WebPageTest filmstrip comparison (Virginia, 4G, first view):
| Time | HTTP/1.1 + gzip | HTTP/3 + Brotli |
|---|---|---|
| 1.0s | White screen | White screen |
| 2.0s | Header only | Header + product grid skeleton |
| 3.0s | Partial product grid | Full product grid with images |
| 4.0s | Full product grid | Page fully interactive |
| 4.1s | LCP | (LCP was at 3.2s) |
The filmstrip makes the 900ms combined improvement visible. At the 3-second mark, the HTTP/3 + Brotli configuration shows a fully rendered page. The HTTP/1.1 + gzip configuration shows a partial page still loading.
The Trade-off
HTTP/3 support varies by CDN and hosting provider. Not all CDNs support QUIC. If your hosting does not support HTTP/3, you still get the full benefit of HTTP/2 + Brotli, which provides 700ms of the 900ms total improvement.
Brotli compression at quality 11 is CPU-intensive at build time. For CI runners with limited CPU, the 15-second compression step adds meaningful time to the build. Reducing to quality 6 produces files 3-5% larger than quality 11 but compresses 5x faster. The tradeoff: 2-3KB additional transfer per resource vs 12 seconds of CI time saved. For the e-commerce platform with 15 daily builds, quality 11 was retained because the total bandwidth saving across all users per day far exceeds the CI compute cost.

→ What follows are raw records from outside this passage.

// Mean of a series ignoring NaN: the RVE is the mean RMS over the stable part of the submaximal
// reference contraction (FROM MEMORY, METHODS.md §3.3).

/**
 * Mean of the non-NaN values.
 *
 * @param series e.g. a moving-RMS envelope (µV) over the stable part of an RVE hold
 * @returns the mean; NaN when no value is finite
 * @example meanValue(Float64Array.of(1, NaN, 3)) // 2
 */
export function meanValue(series: ArrayLike<number>): number {
  let s = 0;
  let n = 0;
  for (let i = 0; i < series.length; i++) {
    const v = series[i]!;
    if (v === v) { s += v; n++; }
  }
  return n > 0 ? s / n : NaN;
}
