import { Ajv } from 'ajv';
import { describe, expect, it } from 'vitest';
import { DEFAULTS, SETTINGS_TABLE } from '../../lib/job/defaults.js';
import { JOB_FORMAT, jobSchema } from '../../lib/job/job-schema.js';
import { jobSchemaValidator } from '../../lib/job/validate-job-schema.js';

type Node = { properties?: Record<string, Node>; items?: Node; anyOf?: Node[]; title?: string; description?: string; default?: unknown };

function eachProperty(node: Node, path: string, visit: (path: string, n: Node) => void): void {
  for (const [k, v] of Object.entries(node.properties ?? {})) {
    visit(`${path}.${k}`, v);
    eachProperty(v, `${path}.${k}`, visit);
  }
  if (node.items) eachProperty(node.items, `${path}[]`, visit);
  for (const b of node.anyOf ?? []) eachProperty(b, path, visit);
}

describe('jobSchema', () => {
  it('jobSchema is a valid draft-07 schema (ajv validates it against the meta-schema and compiles it)', () => {
    const ajv = new Ajv({ strict: true, strictTypes: false });
    expect(ajv.validateSchema(jobSchema)).toBe(true);
    expect(() => ajv.compile(jobSchema)).not.toThrow();
  });

  it('every property has a title and a description', () => {
    const missing: string[] = [];
    eachProperty(jobSchema as unknown as Node, '', (p, n) => { if (!n.title || !n.description) missing.push(p); });
    expect(missing).toEqual([]);
  });

  it('every setting in DEFAULTS has a schema property whose default is the DEFAULTS value', () => {
    const settings = (jobSchema.properties.settings as unknown as Node).properties!;
    for (const [k, v] of Object.entries(DEFAULTS)) {
      if (k === 'eva' || k === 'fatigue') {
        for (const [ek, ev] of Object.entries(v as object)) expect(settings[k].properties![ek].default, `${k}.${ek}`).toEqual(ev);
      } else {
        expect(settings[k]?.default, k).toEqual(v);
      }
    }
    expect(Object.keys(settings).sort()).toEqual(Object.keys(DEFAULTS).sort());
  });

  it('SETTINGS_TABLE describes every setting once, with the DEFAULTS value', () => {
    const leafKeys = Object.entries(DEFAULTS).flatMap(([k, v]) => (k === 'eva' || k === 'fatigue' ? Object.keys(v as object).map((e) => `${k}.${e}`) : [k]));
    expect(SETTINGS_TABLE.map((r) => r.key).sort()).toEqual(leafKeys.sort());
    for (const row of SETTINGS_TABLE) {
      const [head, leaf] = row.key.split('.');
      const v = leaf !== undefined ? ((DEFAULTS as unknown as Record<string, Record<string, unknown>>)[head!]!)[leaf] : (DEFAULTS as unknown as Record<string, unknown>)[row.key];
      expect(row.value, row.key).toEqual(v);
      expect(row.meaning.length, row.key).toBeGreaterThan(10);
    }
  });

  it('a job whose settings are exactly DEFAULTS is valid', () => {
    const job = {
      format: JOB_FORMAT, title: 't', settings: DEFAULTS,
      workers: [{ id: 'W1', recordings: [{ file: 'a.edf', condition: 'c', channels: [{ signal: 's' }], segments: 'annotations' }] }],
    };
    const validate = jobSchemaValidator();
    expect(validate(JSON.parse(JSON.stringify(job))), JSON.stringify(validate.errors)).toBe(true);
  });

  it('DEFAULTS cannot be changed by accident (deeply frozen)', () => {
    expect(Object.isFrozen(DEFAULTS)).toBe(true);
    expect(Object.isFrozen(DEFAULTS.band_hz)).toBe(true);
    expect(Object.isFrozen(DEFAULTS.eva.amplitude_edges)).toBe(true);
  });
});
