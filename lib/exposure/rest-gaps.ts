// EMG gaps and muscular rest of a normalized envelope slice (Veiersted et al. 1990, gap concept;
// Nordander et al. 2000 and Hansson et al. 2000, muscular rest and gap frequency).

import { checkFinite, checkNonNegative, checkRate } from './check-parameters.js';
import { DEFAULTS } from './defaults.js';

export interface RestGapsOptions {
  /** Envelope rate in Hz (required; no default). */
  rate_hz: number;
  /** Threshold in the envelope's unit; a sample is "below" when value < threshold. @default 0.5 (%MVE) */
  threshold?: number;
  /** Minimum gap duration in s, inclusive (≥ min − 1e-9 s). @default 0.2 */
  min_gap_s?: number;
  /** Maximum gap duration in s, inclusive; null = no upper bound. @default null */
  max_gap_s?: number | null;
  /** Rest = all below-threshold time ('all') or only runs ≥ min_gap_s ('gaps-only'). @default 'all' */
  rest_counts?: 'all' | 'gaps-only';
}

export interface RestGapsResult {
  /** Valid (non-NaN) time, s. */
  valid_s: number;
  /** Excluded (NaN) time, s. */
  excluded_s: number;
  /** Number of EMG gaps. */
  gaps: number;
  /** Gaps per minute of valid time; null when valid_s = 0. */
  gaps_per_min: number | null;
  /** Total duration of the gaps, s. */
  gap_s: number;
  /** Mean gap duration, s; null when there is no gap. */
  mean_gap_s: number | null;
  /** All valid time below the threshold, s (runs of any length). */
  below_s: number;
  /** Time counted as muscular rest under `rest_counts`, s. */
  rest_s: number;
  /** Muscular rest, % of valid time; null when valid_s = 0. */
  rest_pct: number | null;
  /** Longest stretch of valid time without a gap, s; null when valid_s = 0. */
  longest_without_gap_s: number | null;
}

/**
 * EMG gaps, gap frequency, muscular rest and the longest time without a gap.
 *
 * - A gap is an uninterrupted run of samples with value < threshold whose duration
 *   (samples / rate_hz) is ≥ min_gap_s − 1e-9 (and ≤ max_gap_s + 1e-9 when max_gap_s is set).
 * - NaN is invalid time: not counted in valid_s and it breaks every run.
 * - Runs touching the slice start or end are truncated there and counted as they lie inside the
 *   slice (a gap cut by a segment boundary may fall below min_gap_s in both segments).
 * - Muscular rest: 'all' counts every below-threshold sample; 'gaps-only' counts runs lasting
 *   ≥ min_gap_s (the max_gap_s bound only limits gap counting, not rest).
 * - Longest without a gap: the longest run of valid samples not inside a gap; a stretch ends at
 *   the start of a gap, at a NaN sample (we do not know what happened in excluded time, so
 *   excluded time never lengthens a stretch) and at the slice ends. Runs longer than max_gap_s
 *   are not gaps and therefore belong to a stretch.
 *
 * Citations: Veiersted KB, Westgaard RH, Andersen P 1990, Int Arch Occup Environ Health 62:31–41
 * (gaps of 0.2–2 s); Nordander C et al. 2000, Ergonomics 43:1904–1919 (muscular rest).
 *
 * @param envelope normalized envelope (e.g. %MVE); NaN = invalid
 * @param options see RestGapsOptions; rate_hz required
 * @throws UsageError for a non-positive rate or negative durations
 * @example restGaps(env, { rate_hz: 10, threshold: 0.5, min_gap_s: 0.2 }).gaps_per_min
 */
export function restGaps(envelope: ArrayLike<number>, options: RestGapsOptions): RestGapsResult {
  const rate = options.rate_hz;
  checkRate(rate);
  const threshold = options.threshold ?? DEFAULTS.gap_threshold;
  checkFinite('threshold', threshold);
  const minGap = options.min_gap_s ?? DEFAULTS.min_gap_s;
  checkNonNegative('min_gap_s', minGap);
  const maxGap = options.max_gap_s === undefined ? DEFAULTS.max_gap_s : options.max_gap_s;
  if (maxGap !== null) checkNonNegative('max_gap_s', maxGap);
  const restCounts = options.rest_counts ?? DEFAULTS.rest_counts;
  const tol = DEFAULTS.duration_tolerance_s;
  const minLo = minGap - tol;
  const maxHi = maxGap === null ? Infinity : maxGap + tol;

  const n = envelope.length;
  let valid = 0;
  let below = 0;
  let longRuns = 0; // samples in runs ≥ min (for rest 'gaps-only')
  let gaps = 0;
  let gapSamples = 0;
  let run = 0; // current below-threshold run, samples
  let stretch = 0; // current stretch without a gap, samples (excluding the pending run)
  let longest = 0;

  for (let i = 0; i <= n; i++) {
    const v = i < n ? envelope[i]! : NaN;
    const isNaN = v !== v;
    if (!isNaN && v < threshold) {
      run++;
      valid++;
      continue;
    }
    if (run > 0) {
      // close the pending below-threshold run
      below += run;
      const dur = run / rate;
      if (dur >= minLo) {
        longRuns += run;
        if (dur <= maxHi) {
          gaps++;
          gapSamples += run;
          if (stretch > longest) longest = stretch;
          stretch = 0;
        } else {
          stretch += run;
        }
      } else {
        stretch += run;
      }
      run = 0;
    }
    if (isNaN) {
      if (stretch > longest) longest = stretch;
      stretch = 0;
    } else {
      valid++;
      stretch++;
    }
  }

  const valid_s = valid / rate;
  const rest = restCounts === 'all' ? below : longRuns;
  return {
    valid_s,
    excluded_s: (n - valid) / rate,
    gaps,
    gaps_per_min: valid > 0 ? gaps / (valid_s / 60) : null,
    gap_s: gapSamples / rate,
    mean_gap_s: gaps > 0 ? gapSamples / rate / gaps : null,
    below_s: below / rate,
    rest_s: rest / rate,
    rest_pct: valid > 0 ? (100 * rest) / valid : null,
    longest_without_gap_s: valid > 0 ? longest / rate : null,
  };
}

Protocol improvements have diminishing returns. After enabling HTTP/2, HTTP/3, and Brotli, the next protocol-level optimization (QUIC 0-RTT resumption) provides single-digit millisecond improvements that are not measurable in field data. The optimization effort shifts to application-level changes: bundle size (Chapter 3), image optimization (Chapter 4), and caching strategy (Chapter 8).